No way to tell how we like it when the video just shows an error. I tried searching You tube but I can't find it. Better try again to add a link to it. Thanks


----------



## candersen10 (Feb 6, 2017)

grapeman said:


> No way to tell how we like it when the video just shows an error. I tried searching You tube but I can't find it. Better try again to add a link to it. Thanks



Video should work now - Sorry!


----------



## NorCal (Feb 6, 2017)

I think there will be a market for grape harvesting in the next 5 years in CA. Minimum wage is going from the current $10.50 to $15.00, in steps of $1 per year. Frankly I think it will be really bad for these workers, because their jobs will be disappearing. There will not be waitresses at restaurants, all table top electronics where you order and pay for food. Same at fast food places. I can see it like the back of my hand.

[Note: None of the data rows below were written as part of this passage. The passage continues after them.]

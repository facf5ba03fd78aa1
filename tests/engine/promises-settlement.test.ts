import { readFileSync } from 'node:fs'
import fc from 'fast-check'
import { expect, test } from 'vitest'
import { parse } from '../../src/contract/parse.ts'
import { scheduleRequest } from '../../src/contract/schedule.ts'
import type { EngineFault } from '../../src/engine/faults.ts'
import { assess, calculateSettlement, replay } from '../../src/engine/index.ts'
import type { SettlementRequest } from '../../src/engine/requests.ts'

const real = (min: number, max: number) => fc.double({ min, max, noNaN: true })
const layer = (modulus: fc.Arbitrary<number | { top: number; bottom: number }>) =>
  fc.record({
    name: fc.constant('ground'),
    soil: fc.constantFrom('cohesive' as const, 'granular' as const),
    unitWeight: fc.constant(19),
    thickness: real(0.5, 9),
    youngsModulus: modulus,
    poissonsRatio: fc.option(real(0, 0.5), { nil: undefined }),
  })
const modulus = fc.oneof(real(3e3, 2e5), fc.record({ top: real(3e3, 1e5), bottom: real(3e3, 1e5) }))
const request: fc.Arbitrary<SettlementRequest> = fc.record({
  pile: fc.record({
    section: fc.constantFrom(
      { shape: 'circular', diameter: 0.6 } as const,
      { shape: 'square', width: 0.4 } as const,
      { shape: 'tubular', diameter: 0.7, wallThickness: 0.012, toe: 'open' } as const,
      { shape: 'h', depth: 0.3, flangeWidth: 0.3, area: 0.012 } as const,
    ),
    length: real(5, 25),
    headDepth: fc.option(real(0, 2), { nil: undefined }),
    installation: fc.constant('bored' as const),
    baseDiameter: fc.option(fc.constant(1.1), { nil: undefined }),
  }),
  ground: fc.record({
    layers: fc
      .tuple(
        layer(modulus),
        layer(modulus),
        layer(real(2e4, 9e4)).map((l) => ({ ...l, thickness: undefined })),
      )
      .map((l) => [...l]),
  }),
  layout: fc.constantFrom(
    undefined,
    { kind: 'grid', columns: 3, rows: 2, spacing: 2 } as const,
    { kind: 'ring', count: 5, radius: 3 } as const,
    {
      kind: 'points',
      points: [
        { x: 0, y: 0 },
        { x: 3, y: 1 },
        { x: 1, y: 4 },
      ],
    } as const,
  ),
  load: fc.record({
    V: real(100, 5000),
    Mx: fc.option(real(-500, 500), { nil: undefined }),
    My: fc.option(real(-500, 500), { nil: undefined }),
  }),
  cap: fc.constantFrom('rigid' as const, 'flexible' as const),
})

type Traced = {
  result: unknown
  trace?: { steps: readonly { id: string; value: number }[]; results: Readonly<Record<string, string>> }
}
function complete({ result, trace }: Traced): void {
  const steps = new Map(trace!.steps.map((s) => [s.id, s]))
  const walk = (node: unknown, pointer: string): void => {
    if (typeof node === 'number') expect(steps.get(trace!.results[pointer] ?? '')?.value, pointer).toBe(node)
    else if (node && typeof node === 'object') for (const [k, v] of Object.entries(node)) walk(v, `${pointer}/${k}`)
  }
  walk(result, '')
}

test('settlement: complete, replayable, the same with the trace off: 400 generated requests', {
  timeout: 120_000,
}, () => {
  let answered = 0
  fc.assert(
    fc.property(request, (asked) => {
      let answer: ReturnType<typeof calculateSettlement>
      try {
        answer = calculateSettlement(asked, { trace: true })
      } catch (fault) {
        expect((fault as EngineFault).faults.map((f) => f.code)).toEqual(['method-not-applicable'])
        return
      }
      answered++
      complete(answer)
      expect(replay(answer.trace!, asked).steps.filter((s) => !s.holds)).toEqual([])
      expect(calculateSettlement(asked, { trace: false }).result).toEqual(answer.result)
    }),
    { numRuns: 400 },
  )
  expect(answered).toBeGreaterThan(200)
})

test.each(['overall-factor', 'DA1-1', 'DA1-2', 'DA2', 'DA3', 'custom'])(
  'an assessment under %s is complete and replayable',
  (format) => {
    const raw = JSON.parse(readFileSync(new URL('../../schema/examples/assessment.json', import.meta.url), 'utf8'))
    if (format === 'custom') raw.designBasis = { format, shaft: 0.45, base: 0.4, block: 0.55, uplift: 0.35 }
    if (format.startsWith('DA'))
      raw.designBasis = {
        format: 'en1997-1-2004',
        approach: format,
        characteristic: { route: 'profiles', count: 3, stiffStructure: true },
      }
    if (format !== 'overall-factor')
      raw.loads.combinations = {
        W1: { limitState: 'ultimate' },
        W2: { limitState: 'ultimate' },
        S1: { limitState: 'serviceability' },
      }
    const schedule = parse(scheduleRequest, raw)
    const answer = assess(schedule, { trace: true })
    complete(answer)
    expect(replay(answer.trace!, schedule).steps.filter((s) => !s.holds)).toEqual([])
  },
)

I manage 20 acres of vines for our community and we contract out everything. The biggest expense is the contractor's labor, which I foresee going up significantly. A cart that could serve as a collection point for the workers cutting grapes and shuttles to/from the macro bin would be useful and replace a significant amount of the labor in our operation. Same goes for pruning. It takes as much labor to remove all the clipped canes as it does to clip them.

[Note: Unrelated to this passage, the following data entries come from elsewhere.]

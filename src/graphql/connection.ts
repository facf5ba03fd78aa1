import { Problem } from '../errors.ts'
import { cursorOf, type Position, positionOf } from '../operations/cursors.ts'

/** A page of a list. What is counted over the whole list is asked for only where a query selects it. */
export type Connection<Node> = {
  /** Its name, which cursors are tied to. */
  readonly list: string
  readonly rows: readonly (Node & { readonly position: Position })[]
  readonly more: boolean
  readonly total: () => Promise<number>
}

/** Rows of a page where a query does not say. */
export const DEFAULT_FIRST = 20
export const MOST_FIRST = 1000

export type PageArgs = { readonly first?: number | null; readonly after?: string | null }

/** Limit and position of a list, one row more than its page holds. Throws `bad-query` and `bad-cursor`. */
export function askedPage<P extends Position>(list: string, { first, after }: PageArgs) {
  const limit = first ?? DEFAULT_FIRST
  if (limit < 1 || limit > MOST_FIRST)
    throw new Problem('bad-query', { field: 'first', expected: `a whole number from 1 to ${MOST_FIRST}`, got: limit })
  const position = after === undefined || after === null ? undefined : positionOf<P>(list, after)
  return { limit, page: { limit: limit + 1, ...(position !== undefined && { after: position }) } }
}

export const connectionOf = <Node>(
  list: string,
  rows: Connection<Node>['rows'],
  limit: number,
  total: () => Promise<number>,
): Connection<Node> => ({ list, rows: rows.slice(0, limit), more: rows.length > limit, total })

/** The fields that every connection has. */
export const connectionFields = <Node>() => ({
  nodes: ({ rows }: Connection<Node>) => rows,
  edges: ({ list, rows }: Connection<Node>) => rows.map((node) => ({ cursor: cursorOf(list, node.position), node })),
  pageInfo: ({ list, rows, more }: Connection<Node>) => {
    const last = rows.at(-1)
    return { hasNextPage: more, endCursor: last ? cursorOf(list, last.position) : null }
  },
  totalCount: ({ total }: Connection<Node>) => total(),
})
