import { listMethods, listSources } from '../operations/list-methods.ts'
import type { Method, Source } from './resolver-types.ts'

type Card = ReturnType<typeof listMethods>['methods'][number]

/** A method as GraphQL shows it: its parameters as a list, each with the field name that a request uses. */
const methodOf = ({ parameters, ...card }: Card): Method => ({
  ...card,
  parameters: Object.entries(parameters).map(([key, parameter]) => ({ key, ...parameter })),
})

export const methods = (): readonly Method[] => listMethods().methods.map(methodOf)
export const sources = (): readonly Source[] => listSources().sources
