import { refuse } from '../faults.ts'
import type { UnitCode } from '../quantities/units.ts'
import type { Citation } from '../sources/source.ts'
import { compile, type Operands } from './compile.ts'
import { plain } from './plain-string.ts'
import type { Term } from './term.ts'

export type Range = { readonly symbol: string; readonly min?: number; readonly max?: number }

export type Declaration<W extends Record<string, UnitCode>, U extends UnitCode> = {
  readonly symbol: string
  readonly name: string
  readonly unit: U
  /** The formula as text; `100 kPa` is a quantity literal, every product is written with `*`. */
  readonly text: string
  readonly where: W
  readonly source: Citation
  /** Published range of validity, in the declared units of the operands. */
  readonly range?: readonly Range[]
}

export type TermsOf<W extends Record<string, UnitCode>> = { readonly [K in keyof W]: Term<W[K]> }

export type Formula<
  W extends Record<string, UnitCode> = Record<string, UnitCode>,
  U extends UnitCode = UnitCode,
> = Declaration<W, U> & {
  readonly names: readonly string[]
  /** Refuses an operand whose unit is not the declared one. */
  readonly evaluate: (operands: Operands) => number
}

const declared: Formula[] = []

/** Every formula that loaded modules have declared: what the tests walk. */
export const declaredFormulas = (): readonly Formula[] => declared

/**
 * Declares a formula once: value, printed line, dimension check and native code come from this text.
 * Throws when the module loads if a symbol is unknown, an operand unused or the dimension wrong.
 */
export function formula<const W extends Record<string, UnitCode>, const U extends UnitCode>(
  declaration: Declaration<W, U>,
): Formula<W, U> {
  const { text, where, unit } = declaration
  const made = {
    ...declaration,
    symbol: plain(declaration.symbol),
    name: plain(declaration.name),
    text: plain(text),
    names: Object.keys(where),
    evaluate: compile(text, where, unit, (odd, got) =>
      refuse('wrong-dimension', '', { field: `${declaration.name}: ${odd}`, got, expected: where[odd]! }),
    ),
  }
  declared.push(made as unknown as Formula)
  return made
}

So, even if you don't see people getting real excited about it today, know the economics in CA may change their point of view in the future.


----------



## Johny99 (Feb 7, 2017)

Neat idea. Now if you can make it climb a 20 degree slope I could put it to work! Seriously, I think the load capacity would have to increase but I sure like the idea of not having to get on and off the tractor all the time


----------



## candersen10 (Feb 7, 2017)

How much load capacity would you like? I'm imagining there are tasks (harvesting, pruning, etc.) where you don't need much more than a few hundred pounds of payload. What did you have in mind though?


----------



## berrycrush (Feb 7, 2017)

What will be the price per unit?


----------



## candersen10 (Feb 7, 2017)

berrycrush said:


> What will be the price per unit?



For first couple hundred, we would try to sell them for between $4 and 5K. Price will come down as we scale up. This is a cost up (what it costs us to build), not value/price down (the value a customer would get from one) estimate.

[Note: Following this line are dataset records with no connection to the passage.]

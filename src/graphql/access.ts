import { needScope, type Scope } from '../operations/rights.ts'
import type { Context } from './context.ts'

/** What a key needs for a field at the root of a query: all of some scopes, or any valid key. A test holds the table to the schema. */
export const access: Readonly<Record<string, readonly Scope[] | 'any key'>> = {
  'Query.projects': ['read'],
  'Query.project': ['read'],
  'Query.assessments': ['read'],
  'Query.assessment': ['read'],
  'Query.jobs': ['read'],
  'Query.singlePile': ['calculate'],
  'Query.block': ['calculate'],
  'Query.group': ['calculate'],
  'Query.settlement': ['calculate'],
  'Query.methods': 'any key',
  'Query.method': 'any key',
  'Query.sources': 'any key',
  'Query.limits': 'any key',
  'Subscription.assessmentProgress': ['read'],
}

/**
 * Fields that lead from one stored thing to others. All of them stay in the project of their parent, to which the actor has a
 * right, but for `changes`, which asks for the right to `since`.
 */
export const links: readonly string[] = [
  'Project.latest',
  'Project.assessments',
  'Assessment.project',
  'Assessment.previous',
  'Assessment.next',
  'Assessment.caps',
  'Assessment.cap',
  'Assessment.neighbours',
  'Assessment.signatures',
  'Assessment.changes',
  'Assessment.aggregates',
  'Cap.checks',
  'Cap.trace',
]

/** The resolvers of a root type, each behind the scopes of its field; one that nobody listed is for administrators. Throws `missing-scope`. */
export function guarded<Fields extends object>(type: string, fields: Fields): Fields {
  const behind = Object.entries(fields).map(([field, resolve]) => {
    const needed = access[`${type}.${field}`] ?? ['admin']
    if (needed === 'any key') return [field, resolve]
    return [
      field,
      (parent: unknown, args: unknown, context: Context, info: unknown) => {
        for (const scope of needed) needScope(context.actor, scope)
        return resolve(parent, args, context, info)
      },
    ]
  })
  return Object.fromEntries(behind) as Fields
}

For $4-5K you'd get 250 pound payload capacity, 5 miles run time on a charge, following capability and return to set point/return to home, and an aluminum build for corrosion resistance.

If it did the work we've explained (followed, returned along path to home point, carried 250 pounds, traveled up to 5 miles on a charge), does that price sound realistic?


----------



## NorCal (Feb 7, 2017)

At $16 loaded, 8-10 hours per day, if it could replace a runner, it would pay for itself in a few months. My biggest concern would be its ability to navigate the vineyard.


----------



## Johny99 (Feb 7, 2017)

candersen10 said:


> How much load capacity would you like? I'm imagining there are tasks (harvesting, pruning, etc.) where you don't need much more than a few hundred pounds of payload. What did you have in mind though?



On my terrain, I'd say ~300 lbs or so. But for me slope and terrain is important. Those on flat ground might think differently. Then again, I'm jealous of the little elevatated tram systems I saw in vineyards and olive groves in Italy


----------



## candersen10 (Feb 8, 2017)

NorCal said:


> At $16 loaded, 8-10 hours per day, if it could replace a runner, it would pay for itself in a few months. My biggest concern would be its ability to navigate the vineyard.



NorCal - when you say $16 loaded are you referring to a $16 labor rate? Sorry, didn't understand that part of your comment.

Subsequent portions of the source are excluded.